Kratos asintió, acordándose de Biyómides y Dolmatus, los gemelos de ojos rasgados que se habían acercado a él tras su duelo con el campeón de Malib. Rasgados. Claro.

—Esos Ainari llevan aquí más de trescientos años. Se afeitan las sienes como los Atavi, pagan tributo a Samikir y contribuyen a las levas cuando se les exige, pero conservan su lengua y algunas de sus costumbres. Sospecho que los vecinos de Asharat le tienen más fidelidad al emperador de Ainar que a la reina de Malib.

Kratos volvió a asentir. Asharat. El nombre de aquel barrio era una versión Malabashar de Asheret, y así era como se llamaba la esposa del legendario Minos Iyar.

—¿A qué se dedican esos Rasgados? —preguntó.

—Por lo que sé, viven como los demás Malibíes. Hay comerciantes, artesanos, médicos, campesinos con fincas en las afueras… Pero se dice que todos guardan panoplias completas en sus casas, y que podrían reunir hasta un total de cuatro mil hombres.

—Eso es casi media Horda —dijo Kratos—. No me gusta nada.

—¿No te alegras de tener hermanos Ainari aquí, en el fin del mundo? —preguntó Gavilán, mientras pasaba a la sien izquierda de Ahri.

—Mis únicos hermanos son los Invictos. ¿Se lo has contado al duque, Ahri?

—Sí, pero no parece muy preocupado. Quien sí lo está es Vurtán. De hecho, comentó lo mismo que tú: «Eso es casi media Horda».

—No me gusta nada —repitió Kratos, pensativo—. Cuanto antes nos alejemos de esta ciudad, mejor para todos.
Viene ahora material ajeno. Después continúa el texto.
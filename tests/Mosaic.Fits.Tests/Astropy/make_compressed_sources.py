"""Writes small synthetic uncompressed images (numpy + astropy.io.fits) for the tile-compression tests to pack with fpack.

Usage: make_compressed_sources.py FOLDER. Odd sizes, so tiles of 16 and 64 leave partial tiles at the edges.
"""
import sys
import numpy as np
from astropy.io import fits

folder = sys.argv[1]
rng = np.random.default_rng(20261201)


def write(name, data, extension=False, **cards):
    hdu = fits.ImageHDU(data) if extension else fits.PrimaryHDU(data)
    for key, value in cards.items():
        hdu.header[key] = value
    hdus = [fits.PrimaryHDU(), hdu] if extension else [hdu]
    fits.HDUList(hdus).writeto(f"{folder}/{name}.fits", overwrite=True)


def sky(shape, level, sigma):
    y, x = np.mgrid[0:shape[0], 0:shape[1]]
    blob = 400.0 * np.exp(-((x - shape[1] * 0.6) ** 2 + (y - shape[0] * 0.4) ** 2) / 30.0)
    return rng.normal(level, sigma, shape) + blob


# 16-bit signed with BLANK pixels, in an extension with its own name and a user keyword.
i16 = np.round(sky((37, 53), 1200, 40)).astype(np.int16)
i16[4, 7] = -32768
i16[30, 52] = -32768
write("i16", i16, extension=True, EXTNAME="CHIP07", BLANK=-32768, OBSLABEL="synthetic field 3")

# 16-bit unsigned (BZERO = 32768, FITS 4.0 section 5.3): stored values are signed.
u16 = np.clip(np.round(sky((41, 67), 40000, 900)), 0, 65535).astype(np.uint16)
fits.PrimaryHDU(u16).writeto(f"{folder}/u16.fits", overwrite=True)

# 8-bit unsigned covering the whole range.
u8 = rng.integers(0, 256, (29, 45)).astype(np.uint8)
u8[0, :10] = 255
u8[1, :10] = 0
write("u8", u8)

# Non-negative 16-bit mask-like image with long runs (PLIO_1 takes values 0 .. 2^24 - 1).
mask16 = np.zeros((43, 77), dtype=np.int16)
mask16[5:20, 10:60] = 3
mask16[22:30, :] = 4095
mask16[31, 5] = 4096
mask16[32:40, 30:35] = rng.integers(0, 32767, (8, 5)).astype(np.int16)
mask16[42, 76] = 1
write("mask16", mask16)

# 32-bit signed, full range, larger so 64 x 64 tiles are partial on both edges.
i32 = rng.integers(-2**31, 2**31 - 1, (97, 150), dtype=np.int64).astype(np.int32)
i32[10:20, 10:30] = np.round(sky((10, 20), 5, 2)).astype(np.int32)
write("i32", i32, BSCALE=1.0, BZERO=0.0)

# 32-bit with a non-trivial BSCALE/BZERO and BLANK.
s32 = np.round(sky((33, 40), 5000, 100)).astype(np.int32)
s32[3, 3] = -999
write("s32", s32, BSCALE=0.25, BZERO=-100.0, BLANK=-999)

# 32-bit float with NaN, exact zeros, a constant row (cannot be quantised) and a bright source.
f32 = sky((97, 150), 100.0, 5.0).astype(np.float32)
f32[5, 5] = np.nan
f32[50, 20:40] = np.nan
f32[60, :] = 0.0
f32[61, :] = 7.25
f32[70:72, 100:110] = 0.0
write("f32", f32, BUNIT="count")

# 64-bit float.
f64 = sky((45, 71), -3.0, 0.5)
f64[2, 2] = np.nan
write("f64", f64)
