using Mosaic.Fits.Tests.Support;

namespace Mosaic.Fits.Tests.Astropy;

/// <summary>HDU boundaries and kinds, compared with astropy.io.fits (Debian python3-astropy) fileinfo().</summary>
[Collection(AstropyCollection.Name)]
public sealed class StructureTests(AstropyReferenceFiles files)
{
    [Fact]
    public void EveryFileHasTheHdusAstropyFinds()
    {
        foreach (var name in files.Names)
        {
            var expected = files.Hdus(name);
            using var file = FitsFile.Open(files.PathOf(name));
            Assert.Equal(expected.GetArrayLength(), file.Hdus.Count);
            for (var i = 0; i < file.Hdus.Count; i++)
            {
                var want = expected[i];
                var hdu = file.Hdus[i];
                var where = $"{name} HDU {i}";
                // astropy.io.fits fileinfo(): hdrLoc, datLoc, datSpan (data plus padding to 2880).
                Assert.True(want.GetProperty("header_offset").GetInt64() == hdu.HeaderOffset, where + " header offset");
                Assert.True(want.GetProperty("data_offset").GetInt64() == hdu.DataOffset, where + " data offset");
                Assert.True(want.GetProperty("data_span").GetInt64() == (hdu.DataLength + 2879) / 2880 * 2880, where + " data span");
                Assert.Equal(Reference.OptionalString(want, "xtension"), hdu.XTension);
                Assert.Equal(Reference.OptionalString(want, "extname"), hdu.ExtName);
                Assert.Equal(want.GetProperty("image").ValueKind != System.Text.Json.JsonValueKind.Null, hdu.Image is not null);
            }
        }
    }

    [Fact]
    public void TablesBetweenImagesAreSkippedUsingPcountAndGcount()
    {
        using var file = FitsFile.Open(files.PathOf("mef.fits"));
        // astropy.io.fits (Debian python3-astropy) wrote a BINTABLE with a variable-length column, whose heap
        // makes PCOUNT > 0 (FITS 4.0 section 7.3.5); the image after it is only found if the heap is skipped.
        var table = file.Hdus[2];
        Assert.Equal("BINTABLE", table.XTension);
        Assert.True(table.Header.GetLong("PCOUNT") > 0);
        Assert.Equal(table.Header.GetLong("NAXIS1")!.Value * table.Header.GetLong("NAXIS2")!.Value + table.Header.GetLong("PCOUNT")!.Value,
            table.DataLength);
        Assert.Null(table.Image);
        Assert.Equal("TABLE", file.Hdus[3].XTension);
        Assert.Equal("SCI2", file.Hdus[4].ExtName);
        Assert.Equal(16, file.Hdus[4].Image!.BitPix);
    }

    [Fact]
    public void RandomGroupsAndOneDimensionalArraysHaveNoPlane()
    {
        using var groups = FitsFile.Open(files.PathOf("groups.fits"));
        // FITS 4.0 section 6: random groups have NAXIS1 = 0 and size |BITPIX| x GCOUNT x (PCOUNT + NAXIS2 x ... x NAXISm).
        Assert.Equal(0, groups.Hdus[0].Header.GetLong("NAXIS1"));
        Assert.Null(groups.Hdus[0].Image);
        Assert.Equal(4L * 3 * (2 + 5 * 4 * 1), groups.Hdus[0].DataLength);
        Assert.Equal("AFTER", groups.Hdus[1].ExtName);
        using var vector = FitsFile.Open(files.PathOf("vector.fits"));
        Assert.Null(vector.Hdus[0].Image);
        Assert.Equal(20, vector.Hdus[0].DataLength);
    }

    [Fact]
    public void CubeServesItsFirstPlane()
    {
        using var file = FitsFile.Open(files.PathOf("cube.fits"));
        var hdu = file.Hdus[0];
        Assert.Equal(3, hdu.Header.GetLong("NAXIS"));
        Assert.Equal(3, hdu.Header.GetLong("NAXIS3"));
        // astropy.io.fits: data[0] is the first plane; the full data (3 planes) is what DataLength counts.
        Assert.Equal(3L * 67 * 13 * 4, hdu.DataLength);
        Assert.Equal(hdu.DataOffset, ((RawImagePlane)hdu.Image!).DataOffset);
    }
}
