"""Reference values of tile-compressed files, from two outside readers.

Usage: compressed_reference.py FOLDER NAME... For each NAME it reads NAME.ref.fits (written by funpack, Debian
libcfitsio-bin) with astropy.io.fits and NAME.fz with astropy's CompImageHDU, and writes NAME.funpack.bin and
NAME.astropy.bin: the physical values (little-endian float64, row-major, NaN where undefined) computed from the
stored integers by FITS 4.0 section 4.4.2.5 (BZERO + BSCALE * stored, BLANK undefined). It prints a JSON object:
"headers", the restored header astropy gives each compressed HDU, and "zscale", the largest ZSCALE of each
quantised case. A NAME written as +NAME is read by funpack's output only
(astropy does not decode every codec, NOCOMPRESS for one).
"""
import json
import sys
import numpy as np
from astropy.io import fits

folder = sys.argv[1]


def physical(hdu):
    header = hdu.header
    data = np.asarray(hdu.data)
    bitpix = header["BITPIX"]
    if bitpix < 0:
        values = data.astype(np.float64)
        scale, zero = header.get("BSCALE", 1.0), header.get("BZERO", 0.0)
        return values if (scale, zero) == (1.0, 0.0) else zero + scale * values
    scale, zero = header.get("BSCALE", 1.0), header.get("BZERO", 0.0)
    values = zero + scale * data.astype(np.float64)
    if "BLANK" in header:
        values[data == header["BLANK"]] = np.nan
    return values


def first_image(hdus):
    return next(h for h in hdus if h.data is not None and h.header.get("NAXIS", 0) >= 2)


headers = {}
zscale = {}
for argument in sys.argv[2:]:
    name = argument.lstrip("+")
    with fits.open(f"{folder}/{name}.ref.fits", do_not_scale_image_data=True) as f:
        physical(first_image(f)).astype("<f8").tofile(f"{folder}/{name}.funpack.bin")
    with fits.open(f"{folder}/{name}.fz", disable_image_compression=True) as f:
        table = next(h for h in f if h.header.get("ZIMAGE"))
        if "ZSCALE" in table.columns.names:
            zscale[name] = float(np.max(table.data["ZSCALE"]))
    if argument.startswith("+"):
        continue
    with fits.open(f"{folder}/{name}.fz") as f:
        hdu = next(h for h in f if isinstance(h, fits.CompImageHDU))
        headers[name] = {c.keyword: c.value for c in hdu.header.cards if c.keyword not in ("COMMENT", "HISTORY", "")}
        if hdu.header["BITPIX"] < 0:
            # Floating point: astropy turns ZBLANK into NaN only when it undoes the quantisation itself.
            np.asarray(hdu.data, dtype=np.float64).astype("<f8").tofile(f"{folder}/{name}.astropy.bin")
            continue
    with fits.open(f"{folder}/{name}.fz", do_not_scale_image_data=True) as f:
        hdu = next(h for h in f if isinstance(h, fits.CompImageHDU))
        physical(hdu).astype("<f8").tofile(f"{folder}/{name}.astropy.bin")
print(json.dumps({"headers": headers, "zscale": zscale}, default=str))
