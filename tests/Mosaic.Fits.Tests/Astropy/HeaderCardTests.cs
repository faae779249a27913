using System.Globalization;
using System.Numerics;
using System.Text.Json;
using Mosaic.Fits.Tests.Support;

namespace Mosaic.Fits.Tests.Astropy;

/// <summary>Every header card of every astropy-written file, compared with what astropy.io.fits (Debian python3-astropy) parses.</summary>
[Collection(AstropyCollection.Name)]
public sealed class HeaderCardTests(AstropyReferenceFiles files)
{
    [Fact]
    public void EveryCardMatchesAstropy()
    {
        var compared = 0;
        foreach (var name in files.Names)
        {
            var expected = files.Hdus(name);
            using var file = FitsFile.Open(files.PathOf(name));
            for (var h = 0; h < file.Hdus.Count; h++)
            {
                var wantCards = expected[h].GetProperty("cards");
                var cards = file.Hdus[h].Header.Cards;
                Assert.Equal(wantCards.GetArrayLength(), cards.Count);
                for (var i = 0; i < cards.Count; i++)
                {
                    AssertCard(wantCards[i], cards[i], $"{name} HDU {h} card {i + 1}");
                    compared++;
                }
            }
        }
        Assert.True(compared > 200, $"only {compared} cards compared");
    }

    [Fact]
    public void SpecialCardsOfTheHeaderFile()
    {
        using var file = FitsFile.Open(files.PathOf("header.fits"));
        var header = file.Hdus[0].Header;
        // Values as astropy.io.fits (Debian python3-astropy) reads them, spelled out for the cases the issue lists.
        Assert.Equal(BigInteger.Parse("123456789012345678901234567890", CultureInfo.InvariantCulture), header.Find("BIGINT")!.Value);
        Assert.Equal(long.MaxValue, header.GetLong("INT64"));
        Assert.Equal(1250.0, header.GetDouble("DEXP"));
        Assert.Equal(1.75, header.GetDouble("MOSAIC CAMERA GAIN"));
        Assert.Equal("e-/ADU", header.Find("MOSAIC CAMERA GAIN")!.Comment);
        Assert.Equal(new string('x', 150), header.GetString("LONGNC"));
        Assert.Null(header.Find("UNDEF")!.Value);
        Assert.False(header.Find("UNDEF")!.IsCommentary);
        Assert.True(header.Cards.Single(c => c.Keyword == "NOVALUE").IsCommentary);
        Assert.False(header.Contains("NOVALUE"));
    }

    private static void AssertCard(JsonElement want, HeaderCard card, string where)
    {
        var type = want.GetProperty("t").GetString();
        Assert.True(want.GetProperty("k").GetString() == card.Keyword, $"{where}: keyword astropy '{want.GetProperty("k").GetString()}', Mosaic '{card.Keyword}'");
        if (type == "commentary")
        {
            Assert.True(card.IsCommentary, $"{where} ({card.Keyword}) should be commentary");
            Assert.Equal(want.GetProperty("v").GetString(), card.Comment ?? "");
            return;
        }
        Assert.False(card.IsCommentary, $"{where} ({card.Keyword}) should not be commentary");
        Assert.True(want.GetProperty("c").GetString() == (card.Comment ?? ""), $"{where} ({card.Keyword}): comment astropy '{want.GetProperty("c").GetString()}', Mosaic '{card.Comment}'");
        var v = want.TryGetProperty("v", out var value) ? value : default;
        switch (type)
        {
            case "undef": Assert.Null(card.Value); break;
            case "bool": Assert.Equal(v.GetBoolean(), Assert.IsType<bool>(card.Value)); break;
            case "str": Assert.Equal(v.GetString(), Assert.IsType<string>(card.Value)); break;
            case "int":
                var integer = card.Value switch
                {
                    long l => new BigInteger(l),
                    BigInteger b => b,
                    _ => throw new Xunit.Sdk.XunitException($"{where} ({card.Keyword}): expected an integer, got {card.Value?.GetType().Name}"),
                };
                Assert.Equal(Reference.Integer(v), integer);
                // Integers that fit 64 bits must come back as long, so Header.GetLong finds them.
                Assert.Equal(integer >= long.MinValue && integer <= long.MaxValue, card.Value is long);
                break;
            case "float": Assert.Equal(Reference.Real(v), Assert.IsType<double>(card.Value)); break;
            case "complex":
                Assert.Equal(new Complex(Reference.Real(v[0]), Reference.Real(v[1])), Assert.IsType<Complex>(card.Value));
                break;
            default: throw new Xunit.Sdk.XunitException($"{where}: unknown reference type {type}");
        }
    }
}
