using System.Text.Json;
using Mosaic.Fits.Tests.Support;

namespace Mosaic.Fits.Tests.Astropy;

/// <summary>Pixel values of astropy-written files, compared with what astropy.io.fits (Debian python3-astropy) reads.</summary>
[Collection(AstropyCollection.Name)]
public sealed class PixelValueTests(AstropyReferenceFiles files)
{
    /// <summary>Files where astropy's own arithmetic is exact, so every value must match bit for bit.</summary>
    public static TheoryData<string, int> ExactFiles => new()
    {
        { "bitpix8.fits", 0 }, { "bitpix16.fits", 0 }, { "bitpix32.fits", 0 }, { "bitpix64.fits", 0 },
        { "bitpix-32.fits", 0 }, { "bitpix-64.fits", 0 },
        // Power-of-two BSCALE keeps astropy's float32 arithmetic exact for 8/16 bits; 32/64 bits it does in float64.
        { "scaled8.fits", 0 }, { "scaled16.fits", 0 }, { "scaled32.fits", 0 }, { "scaled64.fits", 0 },
        { "uint16.fits", 0 }, { "uint32.fits", 0 }, { "uint64.fits", 0 }, { "int8.fits", 0 },
        { "blank16.fits", 0 }, { "blank32.fits", 0 },
        { "cube.fits", 0 }, { "header.fits", 0 }, { "mef.fits", 1 }, { "mef.fits", 4 }, { "groups.fits", 1 },
    };

    [Theory]
    [MemberData(nameof(ExactFiles))]
    public void WholePlaneMatchesAstropyAsFloat32(string name, int hdu)
    {
        var expected = Expected(name, hdu);
        using var file = FitsFile.Open(files.PathOf(name));
        var plane = file.Hdus[hdu].Image!;
        Assert.NotNull(plane);
        Assert.Equal(expected.GetProperty("width").GetInt32(), plane.Width);
        Assert.Equal(expected.GetProperty("height").GetInt32(), plane.Height);

        // astropy.io.fits (Debian python3-astropy): its physical values, cast to float32 by numpy (one rounding).
        var reference = Reference.Singles(expected.GetProperty("f32"));
        var actual = new float[plane.Width * plane.Height];
        plane.ReadRows(0, plane.Height, actual);
        AssertSameSingles(reference, actual, name);
    }

    [Theory]
    [MemberData(nameof(ExactFiles))]
    public void EveryValueMatchesAstropyInDoublePrecision(string name, int hdu)
    {
        var expected = Expected(name, hdu);
        using var file = FitsFile.Open(files.PathOf(name));
        var plane = file.Hdus[hdu].Image!;
        // astropy.io.fits (Debian python3-astropy): physical values as float64 (numpy's single rounding for 64-bit integers).
        var reference = Reference.Reals(expected.GetProperty("f64"));
        for (var y = 0; y < plane.Height; y++)
            for (var x = 0; x < plane.Width; x++)
            {
                var want = reference[y * plane.Width + x];
                var got = plane.ReadValue(x, y);
                Assert.True(Reference.SameDouble(want, got), $"{name} HDU {hdu} pixel ({x}, {y}): astropy {want:R}, Mosaic {got:R}");
            }
    }

    [Theory]
    [MemberData(nameof(ExactFiles))]
    public void RowSegmentsMatchAstropy(string name, int hdu)
    {
        var expected = Expected(name, hdu);
        using var file = FitsFile.Open(files.PathOf(name));
        var plane = file.Hdus[hdu].Image!;
        var reference = Reference.Singles(expected.GetProperty("f32"));
        // Segments at odd starts and lengths, so vector bodies and scalar tails both see unaligned data.
        foreach (var (y, x, n) in new[] { (0, 0, plane.Width), (1, 3, 37), (plane.Height - 1, 17, 50), (5, plane.Width - 1, 1), (7, 30, 0) })
        {
            var row = new float[n];
            plane.ReadRow(y, x, row);
            AssertSameSingles(reference.AsSpan(y * plane.Width + x, n).ToArray(), row, $"{name} row {y} from {x}");
        }
        var two = new float[2 * plane.Width];
        plane.ReadRows(plane.Height - 2, 2, two);
        AssertSameSingles(reference.AsSpan((plane.Height - 2) * plane.Width).ToArray(), two, $"{name} last two rows");
    }

    [Fact]
    public void ScaledFloat32MatchesAstropyWithinItsFloat32Arithmetic()
    {
        // astropy.io.fits (Debian python3-astropy) scales BITPIX -32 in float32 (two roundings); Mosaic in double
        // (one rounding), so the two may differ by one unit in the last place of a float.
        var expected = Expected("scaled-32.fits", 0);
        using var file = FitsFile.Open(files.PathOf("scaled-32.fits"));
        var plane = file.Hdus[0].Image!;
        var reference = Reference.Singles(expected.GetProperty("f32"));
        var actual = new float[plane.Width * plane.Height];
        plane.ReadRows(0, plane.Height, actual);
        for (var i = 0; i < reference.Length; i++)
        {
            if (float.IsNaN(reference[i])) { Assert.True(float.IsNaN(actual[i]), $"pixel {i} should be NaN"); continue; }
            var ulps = Math.Abs(BitConverter.SingleToInt32Bits(reference[i]) - BitConverter.SingleToInt32Bits(actual[i]));
            Assert.True(ulps <= 1, $"pixel {i}: astropy {reference[i]:R}, Mosaic {actual[i]:R}");
            Assert.Equal(reference[i], (float)plane.ReadValue(i % plane.Width, i / plane.Width), 1e-6f * Math.Abs(reference[i]) + 1e-30f);
        }
    }

    [Fact]
    public void BlankPixelsAreMaskedLikeAstropy()
    {
        // astropy.io.fits (Debian python3-astropy) returns NaN where the stored value equals BLANK (FITS 4.0 section 4.4.2.5).
        foreach (var name in new[] { "blank16.fits", "blank32.fits" })
        {
            var reference = Reference.Reals(Expected(name, 0).GetProperty("f64"));
            var masked = Enumerable.Range(0, reference.Length).Where(i => double.IsNaN(reference[i])).ToArray();
            Assert.Equal(3, masked.Length);
            using var file = FitsFile.Open(files.PathOf(name));
            var plane = (RawImagePlane)file.Hdus[0].Image!;
            Assert.NotNull(plane.Blank);
            foreach (var i in masked) Assert.True(double.IsNaN(plane.ReadValue(i % plane.Width, i / plane.Width)));
        }
    }

    [Fact]
    public void FloatNaNIsKeptAndFloat64BeyondFloatRangeIsInfinite()
    {
        // numpy (Debian python3-numpy) float64 -> float32 cast gives inf for 1e300; astropy keeps NaN pixels as NaN.
        using var file = FitsFile.Open(files.PathOf("bitpix-64.fits"));
        var row = new float[file.Hdus[0].Image!.Width];
        file.Hdus[0].Image!.ReadRow(0, 0, row);
        Assert.True(float.IsNaN(row[5]));
        Assert.True(float.IsPositiveInfinity(row[6]));
        Assert.Equal(1.0 + Math.Pow(2, -40), file.Hdus[0].Image!.ReadValue(7, 0));
    }

    private JsonElement Expected(string name, int hdu) => files.Hdus(name)[hdu].GetProperty("image");

    private static void AssertSameSingles(float[] expected, float[] actual, string what)
    {
        Assert.Equal(expected.Length, actual.Length);
        for (var i = 0; i < expected.Length; i++)
            Assert.True(Reference.SameSingle(expected[i], actual[i]), $"{what}, index {i}: astropy {expected[i]:R}, Mosaic {actual[i]:R}");
    }
}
—Pues aún te gustará menos lo que averigüé ayer mismo.

—¿De qué se trata?

—Los Aifolu han arrasado Ilfatar, y ahora están devastando el sur de Ritión. Según los rumores, es muy posible que vengan hacia Malabashi. Pero el caso es que mis informadores no parecían preocupados.

—Esta gente es tan calmosa que sólo se preocupará el día que les caiga en la cabeza un trozo del Cinturón de Zenort —dijo Gavilán.

—Tal vez paguen a los dioses para que eso no ocurra —repuso Ahri—. Es lo que han hecho con el Martal. Un millón de imbriales para que no se acerquen a menos de tres jornadas de Malib.

Gavilán silbó entre dientes.

—Con eso podrían habernos pagado a nosotros…

—El sueldo de tres años y medio —dijo Ahri—. Ya lo había calculado.

—¡Serán hijos de mala madre! ¡Y a nosotros nos escatiman el dinero!

Kratos no contestó. Un millón de imbriales, se repitió. Ni siquiera podía concebir esa cifra. ¿Cuántos cofres llenarían tantas monedas? ¿Qué podía comprarse con ese dinero?

La respuesta estaba clara: podía comprarse seguridad. Siempre que los Aifolu respetaran el pacto.

Definitivamente, lo mejor que podía hacer la Horda era alejarse de aquella ciudad.